- [INFORMATION SHOWN]
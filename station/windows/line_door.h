#pragma once
#include <memory>
#include <vector>

#include "station/sequence/ledger_start.h"
#include "station/sequence/line_view.h"

namespace probewright::windows {

/// The line as the windows see it. LineHost stands behind it in the program.
class LineDoor {
 public:
  virtual ~LineDoor() = default;
  virtual void request(sequence::LineRequest request) = 0;
  /// Never null.
  virtual std::shared_ptr<const sequence::LineView> view() const = 0;
  /// Runs that this start closed because an earlier one had not.
  virtual std::vector<sequence::ClosedLate> closed_late() const = 0;
};

}  // namespace probewright::windows
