#pragma once
#include <functional>
#include <memory>
#include <mutex>
#include <optional>
#include <string>
#include <vector>

#include "station/sequence/line_host.h"

namespace probewright::windows {

/// Carries what the line tells from its thread to the main thread. Made before the line, because the line begins to
/// tell at once; what comes before a window listens is kept. It outlives the line. Of views only the newest is kept;
/// events come all, in order.
class LineFeed {
 public:
  /// What has come since the last take().
  struct Told {
    std::vector<sequence::LineEvent> events;
    std::shared_ptr<const sequence::LineView> view;  ///< empty: none came
    std::optional<std::string> broken;
  };

  /// For LineHost::start.
  sequence::LineHost::Listener listener();
  /// Any thread.
  Told take();
  /// `wake` is called on the line thread when there is something to take after there was nothing; at once if there is
  /// something now. An empty one takes it back: once this returns it is called no more.
  void wake_by(std::function<void()> wake);

 private:
  template <class Change>
  void put(Change change);
  std::mutex guard_;
  Told told_;
  bool waits_ = false;  ///< something waits to be taken
  std::function<void()> wake_;
};

}  // namespace probewright::windows
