#include "station/windows/line_feed.h"

#include <utility>

namespace probewright::windows {

template <class Change>
void LineFeed::put(Change change) {
  const std::lock_guard lock{guard_};
  change(told_);
  const bool first = !std::exchange(waits_, true);
  if (first && wake_) wake_();  // posts only
}

sequence::LineHost::Listener LineFeed::listener() {
  return {
      [this](const sequence::LineEvent& event) { put([&](Told& told) { told.events.push_back(event); }); },
      [this](std::shared_ptr<const sequence::LineView> view) { put([&](Told& told) { told.view = std::move(view); }); },
      [this](const std::string& what) { put([&](Told& told) { told.broken = what; }); },
  };
}

LineFeed::Told LineFeed::take() {
  const std::lock_guard lock{guard_};
  waits_ = false;
  return std::exchange(told_, {});
}

void LineFeed::wake_by(std::function<void()> wake) {
  const std::lock_guard lock{guard_};
  wake_ = std::move(wake);
  if (wake_ && waits_) wake_();
}

}  // namespace probewright::windows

- [EXERCISE GOAL] Show the lines above with "Listener".

- [EXERCISE RESULT]
  sequence::LineHost::Listener listener();
sequence::LineHost::Listener LineFeed::listener() {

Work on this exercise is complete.